# how far out do i need to go to catch AJs and grouper



## Fishing flip (Jun 16, 2012)

im new to the fishing seen and just bought a 1996 hydrasport 20' ocean skiff and was wondering how far i need to go out to catch grouper and ajs.


----------



## Starlifter (Feb 24, 2011)

It's not necessarily distance, but finding their preferable environments. I've read reports on here of people finding Grouper in Pensacola Bay. Look for structure whether natural or artificial for these species. If your over a wreck, artificial, or live bottom; you will typically see AJ's towards the middle and upper water column from the bottom on SONAR.

I'm still learning on where to find them, and I know where to look; but I just now have to find where those spots are. You can use Google to search for information on the species your looking for; and read up on what kind of environments depths, etc the species likes; then use a chart to find where those areas are.

If you have a chartplotter that already has charts, or able to add a chip with charts for this area as well as the locations of the artificial reefs helps a bunch.


----------



## jordars (Jun 30, 2009)

For AJs I look for about 120 ft of water and decent bottom relief. I fish out of DI so this is about 30-35 miles for me but should be less if you fish out of pcola or OB. Grouper? still trying to figure that one out.


----------



## lobsterman (Sep 30, 2007)

Ajs and Gags like big relief, Red Grouper and Scamp like live bottom. Ajs are found in better numbers where there is real big relief, like a sunken ship or large wreck.


----------



## SnapperSlapper (Feb 13, 2009)

Consistently and in large numbers? 50-70 miles to the south/southwest. 

The longer you fish, the more "close in numbers" you'll get.

I've been fishing for 15 years, and watched a lot of bottom machine, and still don't have much that is decent consistently closer than 40 miles.
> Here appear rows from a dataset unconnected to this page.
//! Is every layer there, once, and is each file the layer its name says?

use crate::artwork::shape::ring_faults;
use crate::base::Nm;
use crate::base::Point;
use crate::package::read_gerber::Content;
use crate::package::read_gerber::Form;
use crate::package::read_gerber::Image;
use crate::package::verify::Findings;
use crate::package::verify::Pack;

/// A chain longer than this is no board edge of ours, and is not looked at corner by corner.
const MAX_EDGE_CORNERS: usize = 20_000;

/// What a file of this ending must say it is, and its polarity.
const FUNCTIONS: &[(&str, &str, &str)] = &[
    ("-copper-l1-top.gbr", "Copper,L1,Top", "Positive"),
    ("-copper-l2-bottom.gbr", "Copper,L2,Bot", "Positive"),
    ("-copper-l2-inner.gbr", "Copper,L2,Inr", "Positive"),
    ("-copper-l3-bottom.gbr", "Copper,L3,Bot", "Positive"),
    ("-copper-l3-inner.gbr", "Copper,L3,Inr", "Positive"),
    ("-copper-l4-bottom.gbr", "Copper,L4,Bot", "Positive"),
    ("-mask-top.gbr", "Soldermask,Top", "Negative"),
    ("-mask-bottom.gbr", "Soldermask,Bot", "Negative"),
    ("-paste-top.gbr", "Paste,Top", "Positive"),
    ("-legend-top.gbr", "Legend,Top", "Positive"),
    ("-legend-bottom.gbr", "Legend,Bot", "Positive"),
    ("-profile.gbr", "Profile,", "Positive"),
    ("-drillmap.gbr", "Drillmap", "Positive"),
];

pub(super) fn check(pack: &Pack, found: &mut Findings) {
    for (file, image) in &pack.gerbers {
        let stated = image.attributes.get("FileFunction").map(String::as_str);
        let polarity = image.attributes.get("FilePolarity").map(String::as_str).unwrap_or("none");
        match (stated, FUNCTIONS.iter().find(|(ending, ..)| file.ends_with(ending))) {
            (None, _) => found.add("gerber-function-missing", file, "does not say which layer it is (.FileFunction)"),
            (Some(stated), Some((_, due, _))) if !stated.starts_with(due) => {
                found.add("layer-function-differs", file, format!("says that it is {stated}, its name says {due}"));
            }
            (Some(_), Some((_, _, due))) if polarity != *due => {
                found.add("polarity-wrong", file, format!("its polarity is {polarity}, due is {due}"));
            }
            (Some(stated), None) => found.add("layer-function-differs", file, format!("{stated} is no layer of a package")),
            _ => {}
        }
        if image.bounds().is_none() {
            found.add("gerber-empty", file, "holds nothing");
        }
    }
    for (file, drilled) in &pack.drills {
        if drilled.holes.is_empty() && drilled.slots.is_empty() {
            found.add("drill-empty", file, "holds no holes");
        }
        if drilled.plated.is_some_and(|plated| plated != file.ends_with("-plated.drl")) {
            found.add("drill-function-differs", file, "its name and its .FileFunction disagree on plating");
        }
        for tool in &drilled.nameless {
            found.add("drill-function-missing", file, format!("tool {tool} does not say what it drills (.AperFunction)"));
        }
    }
    if pack.contents.withheld {
        return;
    }
    stack(pack, found);
    edge(pack, found);
    openings(pack, found);
}

/// Copper 1 to n, each once, n as the job file says; DXF, netlist, note and drawing beside them.
fn stack(pack: &Pack, found: &mut Findings) {
    let stated = pack.job_file.as_ref().and_then(|(_, job)| job["GeneralSpecs"]["LayerNumber"].as_i64());
    let last = stated.and_then(|n| i32::try_from(n).ok()).unwrap_or(0).max(pack.last_layer()).min(64);
    for number in 1..=last {
        let files: Vec<&str> = pack.coppers.iter().filter(|copper| copper.layer == number).map(|copper| copper.file.as_str()).collect();
        match files[..] {
            [] => found.add("layer-missing", "package", format!("there is no file for copper {number} of {last}")),
            [_] => {}
            _ => found.add("layer-doubled", files[1], format!("copper {number} is in {} files", files.len())),
        }
    }
    for (ending, what) in [(".dxf", "drawing for mechanics"), (".ipc", "netlist"), (".gbrjob", "job file"), ("-fabrication.txt", "note")] {
        if !pack.contents.files.iter().any(|file| file.file.ends_with(ending)) {
            found.add("layer-missing", "package", format!("there is no {what} (*{ending})"));
        }
    }
}

/// The profile: there, closed, simple.
fn edge(pack: &Pack, found: &mut Findings) {
    let profiles: Vec<&(String, Image)> = pack.gerbers.iter().filter(|(_, image)| image.content == Some(Content::Profile)).collect();
    if profiles.is_empty() && pack.limits.outline {
        found.add("profile-missing", "package", "no board profile file: the board house cannot cut the board");
    }
    for (file, image) in profiles {
        if image.bounds().is_none() {
            found.add("profile-missing", file, "the board's edge cannot be read, so nothing is held against it");
        }
        for chain in image.chains.iter().filter(|chain| chain.len() > 3 && chain.len() < MAX_EDGE_CORNERS) {
            let ring: Vec<Point> = if chain.first() == chain.last() { chain[1..].to_vec() } else { chain.clone() };
            if let Some((what, at)) = ring_faults(&ring).into_iter().find(|(what, _)| what.contains("cross")) {
                found.at("outline-crosses-itself", file, Some(at), format!("the board's edge has {what}"));
            }
        }
    }
}

/// Lands are open in the mask, and paste lies on lands.
fn openings(pack: &Pack, found: &mut Findings) {
    let Some(top) = pack.coppers.iter().find(|copper| copper.layer == 1) else { return };
    let lands: Vec<_> = top.pads.iter().filter(|pad| pad.function == "SMDPad").collect();
    let file_of = |function: &str| {
        pack.gerbers.iter().find(|(_, image)| image.attributes.get("FileFunction").is_some_and(|stated| stated.starts_with(function)))
    };
    if let Some((file, image)) = file_of("Soldermask,Top") {
        let open = super::copper::dark(image);
        for land in &lands {
            if !open.contains(land.at) {
                found.at("land-under-mask", file, Some(land.at), format!("the mask covers the land of net {}", land.net));
            }
        }
    }
    if let Some((file, image)) = file_of("Paste,Top") {
        for object in &image.objects {
            let Form::Pad(at, half, _) = object.form else { continue };
            // The same land, to the nanometre; a smaller opening is the stencil maker's choice.
            if !lands.iter().any(|land| land.at == at && half[0] <= land.half[0] + Nm(1) && half[1] <= land.half[1] + Nm(1)) {
                found.at("paste-off-land", file, Some(at), "paste is printed where there is no land");
            }
        }
    }
}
Just to catch a keeper gag or AJ, go to the general area of the edge and ride and watch your bottom machine.


----------



## aroundthehorn (Aug 29, 2010)

Starlifter said:


> It's not necessarily distance, but finding their preferable environments. I've read reports on here of people finding Grouper in Pensacola Bay.


There are indeed gags in Pensacola Bay.


----------



## skram (Dec 25, 2007)

We've caught plenty of keeper ajs within 15 miles from orange beach. I'm sure there are a few spots off Pcola that hold them. Tons around the edge though if your comfortable with that run


----------



## PorknBeans (Nov 21, 2007)

aroundthehorn said:


> There are indeed gags in Pensacola Bay.


 HA no there aint...never seen one of them in the bay and i dont think anyone has to tell the truth.. :whistling:


----------



## Island24 (May 12, 2008)

I like 100' or more for aj and 180' or more for the grouper. In the fall the grouper will be in a little closer


----------



## amarcafina (Aug 24, 2008)

Now they are deep , water temp still high.


----------